Using the Shapes of Clinical Data Trajectories to Predict Mortality in ICUs

Junchao Ma; Donald K K Lee; Michael E Perkins; Margaret A Pisani; Edieal Pinker

doi:10.1097/CCE.0000000000000010

Using the Shapes of Clinical Data Trajectories to Predict Mortality in ICUs

Crit Care Explor. 2019 Apr 17;1(4):e0010. doi: 10.1097/CCE.0000000000000010. eCollection 2019 Apr.

Authors

Junchao Ma¹, Donald K K Lee², Michael E Perkins³, Margaret A Pisani⁴, Edieal Pinker¹

Affiliations

¹ School of Management, Yale University, New Haven, CT.
² Goizueta Business School, Emory University, Atlanta, GA.
³ Hartford Hospital, Hartford, CT.
⁴ Yale New Haven Hospital Pulmonary and Critical Care Medicine, New Haven, CT.

Abstract

1) To show how to exploit the information contained in the trajectories of time-varying patient clinical data for dynamic predictions of mortality in the ICU; and 2) to demonstrate the additional predictive value that can be achieved by incorporating this trajectory information.

Design: Observational, retrospective study of patient medical records for training and testing of statistical learning models using different sets of predictor variables.

Setting: Medical ICU at the Yale-New Haven Hospital.

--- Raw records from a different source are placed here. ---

package org.microtally.ensemble;

import java.math.BigInteger;
import java.util.ArrayList;
import java.util.Collections;
import java.util.List;
import java.util.Objects;
import org.microtally.Inputs;
import org.microtally.InvalidInputException;
import org.microtally.Tabular;
import org.microtally.occupation.ChemicalPotential;
import org.microtally.spectrum.Level;
import org.microtally.spectrum.Spectrum;
import org.microtally.spectrum.Statistics;
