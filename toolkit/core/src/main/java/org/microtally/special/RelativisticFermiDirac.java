package org.microtally.special;

import org.apache.commons.math3.analysis.integration.gauss.GaussIntegrator;
import org.apache.commons.math3.analysis.integration.gauss.GaussIntegratorFactory;
import org.apache.commons.math3.linear.EigenDecomposition;
import org.microtally.InvalidInputException;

Subjects: Electronic health records of 3,763 patients admitted to the medical ICU between January 2013 and January 2015.

Interventions: None.

Measurements and main results: Six-hour mortality predictions for ICU patients were generated and updated every 6 hours by applying the random forest classifier to patient time series data from the prior 24 hours. The time series were processed in different ways to create two main models: 1) manual extraction of the summary statistics used in the literature (min/max/median/first/last/number of measurements) and 2) automated extraction of trajectory features using machine learning. Out-of-sample area under the receiver operating characteristics curve and area under the precision-recall curve ("precision" refers to positive predictive value and "recall" to sensitivity) were used to evaluate the predictive performance of the two models. For 6-hour prediction and updating, the second model achieved area under the receiver operating characteristics curve and area under the precision-recall curve of 0.905 (95% CI, 0.900-0.910) and 0.381 (95% CI, 0.368-0.394), respectively, which are statistically significantly higher than those achieved by the first model, with area under the receiver operating characteristics curve and area under the precision-recall curve of 0.896 (95% CI, 0.892-0.900) and 0.905 (95% CI, 0.353-0.379). The superiority of the second model held true for 12-hour prediction/updating as well as for 24-hour prediction/updating.

Conclusions: We show that statistical learning techniques can be used to automatically extract all relevant shape features for use in predictive modeling. The approach requires no additional data and can potentially be used to improve any risk model that uses some form of trajectory information. In this single-center study, the shapes of the clinical data trajectories convey information about ICU mortality risk beyond what is already captured by the summary statistics currently used in the literature.

Keywords: hospital mortality; informatics; machine learning; prognosis; statistical models; time-dependent covariates.